Only the lines from the one containing "repository 7a19150f380fd13d" through the one containing "func (s *System) Autonomous()" should be printed, exactly as they appear below, with both ends included.

#### Data ####

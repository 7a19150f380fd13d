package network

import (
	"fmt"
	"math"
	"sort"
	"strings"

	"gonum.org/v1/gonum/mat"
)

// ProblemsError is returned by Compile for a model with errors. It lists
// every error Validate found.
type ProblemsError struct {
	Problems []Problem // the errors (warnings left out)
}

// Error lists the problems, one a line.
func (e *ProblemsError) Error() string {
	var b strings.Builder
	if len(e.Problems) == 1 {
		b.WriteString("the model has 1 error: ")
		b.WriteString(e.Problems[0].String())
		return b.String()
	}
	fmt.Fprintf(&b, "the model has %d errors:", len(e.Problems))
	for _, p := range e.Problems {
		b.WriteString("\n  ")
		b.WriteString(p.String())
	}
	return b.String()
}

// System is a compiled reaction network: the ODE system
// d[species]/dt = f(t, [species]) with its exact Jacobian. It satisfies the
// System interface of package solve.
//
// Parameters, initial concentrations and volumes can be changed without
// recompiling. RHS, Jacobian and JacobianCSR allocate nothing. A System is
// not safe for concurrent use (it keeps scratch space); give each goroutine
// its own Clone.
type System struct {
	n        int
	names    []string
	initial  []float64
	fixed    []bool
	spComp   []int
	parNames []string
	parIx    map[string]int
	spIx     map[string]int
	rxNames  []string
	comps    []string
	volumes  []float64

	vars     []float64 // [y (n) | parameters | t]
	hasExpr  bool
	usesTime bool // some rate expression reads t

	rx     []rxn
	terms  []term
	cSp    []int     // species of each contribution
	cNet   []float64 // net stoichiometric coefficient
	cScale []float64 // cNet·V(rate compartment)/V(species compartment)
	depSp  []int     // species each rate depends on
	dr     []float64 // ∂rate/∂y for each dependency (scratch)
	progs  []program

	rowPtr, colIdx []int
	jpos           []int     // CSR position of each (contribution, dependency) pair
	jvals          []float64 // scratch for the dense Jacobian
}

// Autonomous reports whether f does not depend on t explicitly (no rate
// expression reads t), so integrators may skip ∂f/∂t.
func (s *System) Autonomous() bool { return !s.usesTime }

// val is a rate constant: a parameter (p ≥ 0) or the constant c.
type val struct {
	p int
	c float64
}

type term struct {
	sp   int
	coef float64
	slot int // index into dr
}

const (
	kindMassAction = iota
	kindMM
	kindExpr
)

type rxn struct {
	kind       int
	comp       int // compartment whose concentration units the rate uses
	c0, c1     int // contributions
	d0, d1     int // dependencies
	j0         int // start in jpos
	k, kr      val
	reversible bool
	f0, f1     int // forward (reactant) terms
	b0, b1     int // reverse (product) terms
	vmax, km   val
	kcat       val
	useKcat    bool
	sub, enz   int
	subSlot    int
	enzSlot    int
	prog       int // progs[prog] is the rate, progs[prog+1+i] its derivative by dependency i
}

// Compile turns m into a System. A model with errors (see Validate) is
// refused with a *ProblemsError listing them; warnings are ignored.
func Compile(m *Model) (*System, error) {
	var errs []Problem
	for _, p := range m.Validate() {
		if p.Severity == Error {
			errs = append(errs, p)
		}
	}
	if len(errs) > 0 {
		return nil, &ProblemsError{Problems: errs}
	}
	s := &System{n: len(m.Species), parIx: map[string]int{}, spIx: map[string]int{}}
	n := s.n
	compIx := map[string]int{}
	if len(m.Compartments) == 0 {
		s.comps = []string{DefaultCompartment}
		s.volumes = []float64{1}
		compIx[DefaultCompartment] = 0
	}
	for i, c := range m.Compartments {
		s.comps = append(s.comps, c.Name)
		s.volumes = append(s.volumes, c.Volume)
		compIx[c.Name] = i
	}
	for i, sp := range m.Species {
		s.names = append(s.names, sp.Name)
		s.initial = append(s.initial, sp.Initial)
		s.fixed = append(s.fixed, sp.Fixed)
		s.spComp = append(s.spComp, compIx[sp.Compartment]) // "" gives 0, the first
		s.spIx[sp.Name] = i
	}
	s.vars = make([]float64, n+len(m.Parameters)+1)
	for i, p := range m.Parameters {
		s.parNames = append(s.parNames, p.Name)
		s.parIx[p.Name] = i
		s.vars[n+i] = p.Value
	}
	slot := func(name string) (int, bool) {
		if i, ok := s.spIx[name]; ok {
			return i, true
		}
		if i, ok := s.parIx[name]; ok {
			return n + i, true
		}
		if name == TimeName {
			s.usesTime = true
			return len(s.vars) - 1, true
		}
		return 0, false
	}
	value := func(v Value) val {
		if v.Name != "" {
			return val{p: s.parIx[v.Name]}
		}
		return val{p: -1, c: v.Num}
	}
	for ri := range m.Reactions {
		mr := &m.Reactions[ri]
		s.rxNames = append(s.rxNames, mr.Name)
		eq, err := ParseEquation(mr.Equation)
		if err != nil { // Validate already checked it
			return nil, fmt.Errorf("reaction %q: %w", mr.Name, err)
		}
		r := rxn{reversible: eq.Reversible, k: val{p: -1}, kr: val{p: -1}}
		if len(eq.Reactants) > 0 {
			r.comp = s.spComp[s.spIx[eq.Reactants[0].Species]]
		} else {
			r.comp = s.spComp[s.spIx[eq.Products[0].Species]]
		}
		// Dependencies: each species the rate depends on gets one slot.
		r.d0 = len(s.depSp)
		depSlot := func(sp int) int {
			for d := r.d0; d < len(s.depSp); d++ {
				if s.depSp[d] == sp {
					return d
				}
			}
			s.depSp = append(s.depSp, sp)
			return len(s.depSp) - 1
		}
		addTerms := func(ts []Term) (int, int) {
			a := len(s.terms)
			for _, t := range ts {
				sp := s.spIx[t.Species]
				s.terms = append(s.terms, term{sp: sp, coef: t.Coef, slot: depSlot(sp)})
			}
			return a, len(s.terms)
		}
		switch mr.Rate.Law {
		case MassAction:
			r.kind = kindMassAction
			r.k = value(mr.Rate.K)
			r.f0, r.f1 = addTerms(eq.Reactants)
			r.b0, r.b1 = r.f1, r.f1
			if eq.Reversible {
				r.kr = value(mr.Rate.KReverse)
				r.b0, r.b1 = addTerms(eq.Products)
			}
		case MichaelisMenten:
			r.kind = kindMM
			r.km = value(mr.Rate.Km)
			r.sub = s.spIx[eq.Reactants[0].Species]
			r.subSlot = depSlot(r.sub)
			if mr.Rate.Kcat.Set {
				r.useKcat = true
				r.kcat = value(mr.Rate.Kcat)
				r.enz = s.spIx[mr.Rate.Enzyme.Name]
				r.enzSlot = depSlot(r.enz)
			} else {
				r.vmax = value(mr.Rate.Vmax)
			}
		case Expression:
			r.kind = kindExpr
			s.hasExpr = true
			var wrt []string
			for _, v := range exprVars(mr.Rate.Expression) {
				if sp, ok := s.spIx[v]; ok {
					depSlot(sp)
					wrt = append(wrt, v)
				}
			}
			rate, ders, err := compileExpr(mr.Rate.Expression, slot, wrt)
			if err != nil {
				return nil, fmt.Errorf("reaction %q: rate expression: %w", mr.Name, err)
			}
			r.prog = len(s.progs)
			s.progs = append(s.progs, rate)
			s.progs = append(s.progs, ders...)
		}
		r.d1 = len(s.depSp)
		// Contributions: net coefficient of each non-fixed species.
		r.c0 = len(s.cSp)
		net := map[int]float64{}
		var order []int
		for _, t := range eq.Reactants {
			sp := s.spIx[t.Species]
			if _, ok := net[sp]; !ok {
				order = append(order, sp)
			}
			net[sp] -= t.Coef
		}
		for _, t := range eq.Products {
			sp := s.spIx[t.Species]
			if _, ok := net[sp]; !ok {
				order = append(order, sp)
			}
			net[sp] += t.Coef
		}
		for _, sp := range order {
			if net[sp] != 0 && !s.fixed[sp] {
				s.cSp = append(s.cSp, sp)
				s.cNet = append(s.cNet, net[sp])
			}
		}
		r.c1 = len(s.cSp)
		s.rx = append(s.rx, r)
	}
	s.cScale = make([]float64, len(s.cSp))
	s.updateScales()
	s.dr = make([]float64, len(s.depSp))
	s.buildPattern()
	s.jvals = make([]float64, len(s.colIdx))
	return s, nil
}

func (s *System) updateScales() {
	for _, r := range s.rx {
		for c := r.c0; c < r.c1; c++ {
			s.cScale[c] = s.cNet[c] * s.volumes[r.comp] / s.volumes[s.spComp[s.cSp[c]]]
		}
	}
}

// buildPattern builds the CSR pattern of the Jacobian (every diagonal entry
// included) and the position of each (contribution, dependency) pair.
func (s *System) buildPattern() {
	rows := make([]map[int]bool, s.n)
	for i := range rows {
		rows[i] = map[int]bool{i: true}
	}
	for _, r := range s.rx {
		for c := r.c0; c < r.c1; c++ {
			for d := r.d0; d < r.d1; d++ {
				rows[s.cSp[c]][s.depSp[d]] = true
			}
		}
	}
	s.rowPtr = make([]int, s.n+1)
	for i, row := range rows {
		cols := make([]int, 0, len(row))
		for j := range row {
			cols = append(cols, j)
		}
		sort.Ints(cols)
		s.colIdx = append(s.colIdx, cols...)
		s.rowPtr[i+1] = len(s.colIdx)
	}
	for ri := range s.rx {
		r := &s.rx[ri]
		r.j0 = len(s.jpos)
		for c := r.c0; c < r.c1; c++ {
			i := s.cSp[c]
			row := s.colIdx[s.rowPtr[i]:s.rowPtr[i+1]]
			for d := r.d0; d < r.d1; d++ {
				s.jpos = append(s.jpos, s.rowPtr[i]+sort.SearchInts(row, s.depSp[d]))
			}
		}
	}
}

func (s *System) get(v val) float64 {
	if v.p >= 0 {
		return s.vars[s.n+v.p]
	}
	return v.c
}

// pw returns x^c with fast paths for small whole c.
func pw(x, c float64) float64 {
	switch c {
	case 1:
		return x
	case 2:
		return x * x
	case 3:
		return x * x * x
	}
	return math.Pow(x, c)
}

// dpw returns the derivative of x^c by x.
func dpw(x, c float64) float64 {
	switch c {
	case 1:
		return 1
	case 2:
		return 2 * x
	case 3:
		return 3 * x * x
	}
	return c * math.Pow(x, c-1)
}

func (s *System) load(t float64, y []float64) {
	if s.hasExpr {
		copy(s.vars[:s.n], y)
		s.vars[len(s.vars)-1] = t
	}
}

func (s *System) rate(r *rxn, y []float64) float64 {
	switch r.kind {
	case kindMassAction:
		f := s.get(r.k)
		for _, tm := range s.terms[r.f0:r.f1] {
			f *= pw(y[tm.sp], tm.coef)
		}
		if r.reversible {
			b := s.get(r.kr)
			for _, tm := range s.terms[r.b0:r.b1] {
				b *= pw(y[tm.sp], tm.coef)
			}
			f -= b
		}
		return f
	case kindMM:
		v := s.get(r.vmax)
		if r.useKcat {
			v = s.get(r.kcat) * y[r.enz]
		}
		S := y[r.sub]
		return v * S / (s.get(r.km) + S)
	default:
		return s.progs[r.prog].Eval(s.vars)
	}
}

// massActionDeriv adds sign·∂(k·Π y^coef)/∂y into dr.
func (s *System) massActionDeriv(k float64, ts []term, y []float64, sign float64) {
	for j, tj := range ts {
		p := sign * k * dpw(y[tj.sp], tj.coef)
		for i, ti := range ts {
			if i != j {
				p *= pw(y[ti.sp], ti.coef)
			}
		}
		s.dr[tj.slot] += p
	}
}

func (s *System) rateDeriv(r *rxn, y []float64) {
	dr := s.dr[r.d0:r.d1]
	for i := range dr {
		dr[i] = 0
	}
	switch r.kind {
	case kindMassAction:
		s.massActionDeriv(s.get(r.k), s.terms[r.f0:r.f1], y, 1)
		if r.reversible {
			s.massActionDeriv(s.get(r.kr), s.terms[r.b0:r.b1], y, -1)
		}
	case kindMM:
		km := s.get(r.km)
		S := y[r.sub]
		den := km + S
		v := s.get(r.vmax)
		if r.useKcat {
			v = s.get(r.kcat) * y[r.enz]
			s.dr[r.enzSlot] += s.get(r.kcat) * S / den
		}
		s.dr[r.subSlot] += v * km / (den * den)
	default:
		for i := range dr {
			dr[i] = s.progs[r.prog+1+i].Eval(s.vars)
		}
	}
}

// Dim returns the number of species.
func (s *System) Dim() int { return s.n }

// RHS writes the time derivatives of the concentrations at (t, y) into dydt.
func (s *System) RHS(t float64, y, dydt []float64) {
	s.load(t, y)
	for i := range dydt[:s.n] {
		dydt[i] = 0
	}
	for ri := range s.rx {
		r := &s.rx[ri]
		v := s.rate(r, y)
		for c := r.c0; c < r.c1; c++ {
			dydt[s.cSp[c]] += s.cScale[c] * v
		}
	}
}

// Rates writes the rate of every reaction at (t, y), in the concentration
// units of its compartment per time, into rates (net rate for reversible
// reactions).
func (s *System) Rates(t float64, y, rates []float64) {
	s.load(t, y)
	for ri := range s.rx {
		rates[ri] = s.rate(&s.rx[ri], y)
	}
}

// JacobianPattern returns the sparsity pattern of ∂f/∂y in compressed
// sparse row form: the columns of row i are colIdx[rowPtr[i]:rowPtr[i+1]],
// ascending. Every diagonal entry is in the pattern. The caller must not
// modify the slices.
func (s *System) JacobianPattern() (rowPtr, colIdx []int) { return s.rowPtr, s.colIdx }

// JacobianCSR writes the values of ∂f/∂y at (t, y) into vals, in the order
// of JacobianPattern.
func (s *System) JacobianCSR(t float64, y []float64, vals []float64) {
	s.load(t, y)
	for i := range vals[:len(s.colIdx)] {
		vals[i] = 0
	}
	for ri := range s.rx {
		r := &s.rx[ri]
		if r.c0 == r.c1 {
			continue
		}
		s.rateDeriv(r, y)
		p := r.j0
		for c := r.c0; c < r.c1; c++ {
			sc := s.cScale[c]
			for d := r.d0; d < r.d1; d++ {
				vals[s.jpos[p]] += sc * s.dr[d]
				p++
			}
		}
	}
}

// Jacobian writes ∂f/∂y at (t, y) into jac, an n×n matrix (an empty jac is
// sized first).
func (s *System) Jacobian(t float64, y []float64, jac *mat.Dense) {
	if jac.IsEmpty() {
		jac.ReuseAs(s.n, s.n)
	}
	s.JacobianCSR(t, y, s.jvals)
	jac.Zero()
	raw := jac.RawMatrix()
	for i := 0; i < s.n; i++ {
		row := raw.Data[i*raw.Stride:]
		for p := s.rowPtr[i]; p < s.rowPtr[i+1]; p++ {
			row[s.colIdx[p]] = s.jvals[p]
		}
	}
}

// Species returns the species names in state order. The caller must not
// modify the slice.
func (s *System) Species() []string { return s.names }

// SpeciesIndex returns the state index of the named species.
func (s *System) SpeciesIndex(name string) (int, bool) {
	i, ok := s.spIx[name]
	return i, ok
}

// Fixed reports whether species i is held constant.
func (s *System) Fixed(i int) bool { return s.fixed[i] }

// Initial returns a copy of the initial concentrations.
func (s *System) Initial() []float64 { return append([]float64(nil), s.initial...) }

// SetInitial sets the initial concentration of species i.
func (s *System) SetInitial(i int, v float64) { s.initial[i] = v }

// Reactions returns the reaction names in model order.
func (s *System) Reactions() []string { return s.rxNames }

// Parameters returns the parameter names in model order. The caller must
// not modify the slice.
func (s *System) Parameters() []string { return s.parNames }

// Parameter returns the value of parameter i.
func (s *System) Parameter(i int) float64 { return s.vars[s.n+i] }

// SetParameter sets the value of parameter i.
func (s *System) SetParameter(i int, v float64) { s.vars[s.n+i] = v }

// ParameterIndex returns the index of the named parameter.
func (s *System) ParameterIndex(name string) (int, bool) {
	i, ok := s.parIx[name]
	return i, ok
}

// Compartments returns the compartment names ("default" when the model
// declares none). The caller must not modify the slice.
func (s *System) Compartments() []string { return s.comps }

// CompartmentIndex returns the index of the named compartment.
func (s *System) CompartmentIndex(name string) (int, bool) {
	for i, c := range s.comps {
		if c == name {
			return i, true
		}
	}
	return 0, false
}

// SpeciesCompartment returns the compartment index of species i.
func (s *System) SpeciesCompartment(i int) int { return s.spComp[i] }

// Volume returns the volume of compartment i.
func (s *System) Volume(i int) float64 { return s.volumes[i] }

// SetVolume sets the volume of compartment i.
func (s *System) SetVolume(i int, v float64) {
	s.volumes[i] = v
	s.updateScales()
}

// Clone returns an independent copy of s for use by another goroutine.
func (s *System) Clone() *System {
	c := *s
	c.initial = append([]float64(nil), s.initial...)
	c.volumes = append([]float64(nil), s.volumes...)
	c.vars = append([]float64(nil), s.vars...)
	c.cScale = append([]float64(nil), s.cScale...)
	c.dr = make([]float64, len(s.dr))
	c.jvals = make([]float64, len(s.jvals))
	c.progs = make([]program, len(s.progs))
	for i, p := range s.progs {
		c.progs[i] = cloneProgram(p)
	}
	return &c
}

####
#### Data ####

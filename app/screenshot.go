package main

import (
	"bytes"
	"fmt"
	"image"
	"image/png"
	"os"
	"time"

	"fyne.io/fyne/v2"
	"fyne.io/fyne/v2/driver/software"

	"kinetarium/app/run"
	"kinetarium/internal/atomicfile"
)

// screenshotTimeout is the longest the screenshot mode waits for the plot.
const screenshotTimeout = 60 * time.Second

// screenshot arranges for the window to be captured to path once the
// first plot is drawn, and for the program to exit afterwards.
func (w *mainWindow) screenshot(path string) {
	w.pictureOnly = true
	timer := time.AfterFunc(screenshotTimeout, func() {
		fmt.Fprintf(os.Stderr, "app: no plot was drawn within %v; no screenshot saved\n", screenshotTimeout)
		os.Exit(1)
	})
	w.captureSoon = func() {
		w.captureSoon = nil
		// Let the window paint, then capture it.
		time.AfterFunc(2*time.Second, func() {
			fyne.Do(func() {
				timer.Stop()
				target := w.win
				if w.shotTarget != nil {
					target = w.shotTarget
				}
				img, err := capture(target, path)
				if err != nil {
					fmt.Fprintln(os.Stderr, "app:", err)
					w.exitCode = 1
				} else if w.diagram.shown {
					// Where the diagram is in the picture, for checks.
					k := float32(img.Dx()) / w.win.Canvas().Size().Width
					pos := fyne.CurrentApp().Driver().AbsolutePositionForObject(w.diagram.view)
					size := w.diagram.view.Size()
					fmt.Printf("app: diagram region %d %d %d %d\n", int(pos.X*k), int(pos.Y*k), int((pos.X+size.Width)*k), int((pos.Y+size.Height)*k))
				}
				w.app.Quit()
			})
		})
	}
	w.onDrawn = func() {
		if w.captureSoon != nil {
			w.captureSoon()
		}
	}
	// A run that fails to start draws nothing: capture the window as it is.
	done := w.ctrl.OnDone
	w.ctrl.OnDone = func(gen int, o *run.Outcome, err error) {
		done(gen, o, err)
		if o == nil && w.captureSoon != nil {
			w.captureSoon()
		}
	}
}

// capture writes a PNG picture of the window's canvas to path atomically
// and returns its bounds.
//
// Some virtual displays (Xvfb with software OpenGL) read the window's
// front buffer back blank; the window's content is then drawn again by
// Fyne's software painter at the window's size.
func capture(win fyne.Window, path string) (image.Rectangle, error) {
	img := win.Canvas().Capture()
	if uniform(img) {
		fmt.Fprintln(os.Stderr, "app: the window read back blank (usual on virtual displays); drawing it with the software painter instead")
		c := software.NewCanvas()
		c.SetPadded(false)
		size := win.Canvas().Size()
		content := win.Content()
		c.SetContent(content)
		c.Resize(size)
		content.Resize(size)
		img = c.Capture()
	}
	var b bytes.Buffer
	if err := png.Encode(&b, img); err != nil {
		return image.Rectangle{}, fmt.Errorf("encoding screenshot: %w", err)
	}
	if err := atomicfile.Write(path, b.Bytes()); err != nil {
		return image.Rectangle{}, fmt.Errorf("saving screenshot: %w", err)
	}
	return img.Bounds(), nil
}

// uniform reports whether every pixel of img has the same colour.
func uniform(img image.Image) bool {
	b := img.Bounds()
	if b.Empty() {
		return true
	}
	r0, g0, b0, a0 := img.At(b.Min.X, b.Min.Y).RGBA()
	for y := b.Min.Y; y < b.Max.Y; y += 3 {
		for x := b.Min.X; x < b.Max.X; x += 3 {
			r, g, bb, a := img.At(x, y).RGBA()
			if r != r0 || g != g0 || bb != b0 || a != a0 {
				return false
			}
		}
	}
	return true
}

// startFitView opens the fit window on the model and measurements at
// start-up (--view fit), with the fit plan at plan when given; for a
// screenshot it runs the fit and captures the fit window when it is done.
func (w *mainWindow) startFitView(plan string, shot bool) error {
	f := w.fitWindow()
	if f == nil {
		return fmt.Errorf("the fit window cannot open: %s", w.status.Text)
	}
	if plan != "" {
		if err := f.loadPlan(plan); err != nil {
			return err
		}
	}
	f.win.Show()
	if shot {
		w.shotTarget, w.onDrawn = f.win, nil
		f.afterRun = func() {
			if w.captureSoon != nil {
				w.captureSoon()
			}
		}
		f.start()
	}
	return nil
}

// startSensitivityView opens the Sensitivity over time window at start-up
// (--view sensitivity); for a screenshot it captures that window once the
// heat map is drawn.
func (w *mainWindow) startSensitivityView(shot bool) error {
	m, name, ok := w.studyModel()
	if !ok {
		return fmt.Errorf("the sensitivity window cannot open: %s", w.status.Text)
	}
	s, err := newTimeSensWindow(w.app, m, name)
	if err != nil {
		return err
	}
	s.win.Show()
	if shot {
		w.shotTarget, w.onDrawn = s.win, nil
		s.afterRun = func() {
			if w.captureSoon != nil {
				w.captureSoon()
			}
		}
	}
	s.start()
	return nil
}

####

■ **Exercise output**
repository 7a19150f380fd13d
package network

import (
	"fmt"
	"math"
	"sort"
	"strings"

	"gonum.org/v1/gonum/mat"
)

// ProblemsError is returned by Compile for a model with errors. It lists
// every error Validate found.
type ProblemsError struct {
	Problems []Problem // the errors (warnings left out)
}

// Error lists the problems, one a line.
func (e *ProblemsError) Error() string {
	var b strings.Builder
	if len(e.Problems) == 1 {
		b.WriteString("the model has 1 error: ")
		b.WriteString(e.Problems[0].String())
		return b.String()
	}
	fmt.Fprintf(&b, "the model has %d errors:", len(e.Problems))
	for _, p := range e.Problems {
		b.WriteString("\n  ")
		b.WriteString(p.String())
	}
	return b.String()
}

// System is a compiled reaction network: the ODE system
// d[species]/dt = f(t, [species]) with its exact Jacobian. It satisfies the
// System interface of package solve.
//
// Parameters, initial concentrations and volumes can be changed without
// recompiling. RHS, Jacobian and JacobianCSR allocate nothing. A System is
// not safe for concurrent use (it keeps scratch space); give each goroutine
// its own Clone.
type System struct {
	n        int
	names    []string
	initial  []float64
	fixed    []bool
	spComp   []int
	parNames []string
	parIx    map[string]int
	spIx     map[string]int
	rxNames  []string
	comps    []string
	volumes  []float64

	vars     []float64 // [y (n) | parameters | t]
	hasExpr  bool
	usesTime bool // some rate expression reads t

	rx     []rxn
	terms  []term
	cSp    []int     // species of each contribution
	cNet   []float64 // net stoichiometric coefficient
	cScale []float64 // cNet·V(rate compartment)/V(species compartment)
	depSp  []int     // species each rate depends on
	dr     []float64 // ∂rate/∂y for each dependency (scratch)
	progs  []program

	rowPtr, colIdx []int
	jpos           []int     // CSR position of each (contribution, dependency) pair
	jvals          []float64 // scratch for the dense Jacobian
}

// Autonomous reports whether f does not depend on t explicitly (no rate
// expression reads t), so integrators may skip ∂f/∂t.
func (s *System) Autonomous() bool { return !s.usesTime }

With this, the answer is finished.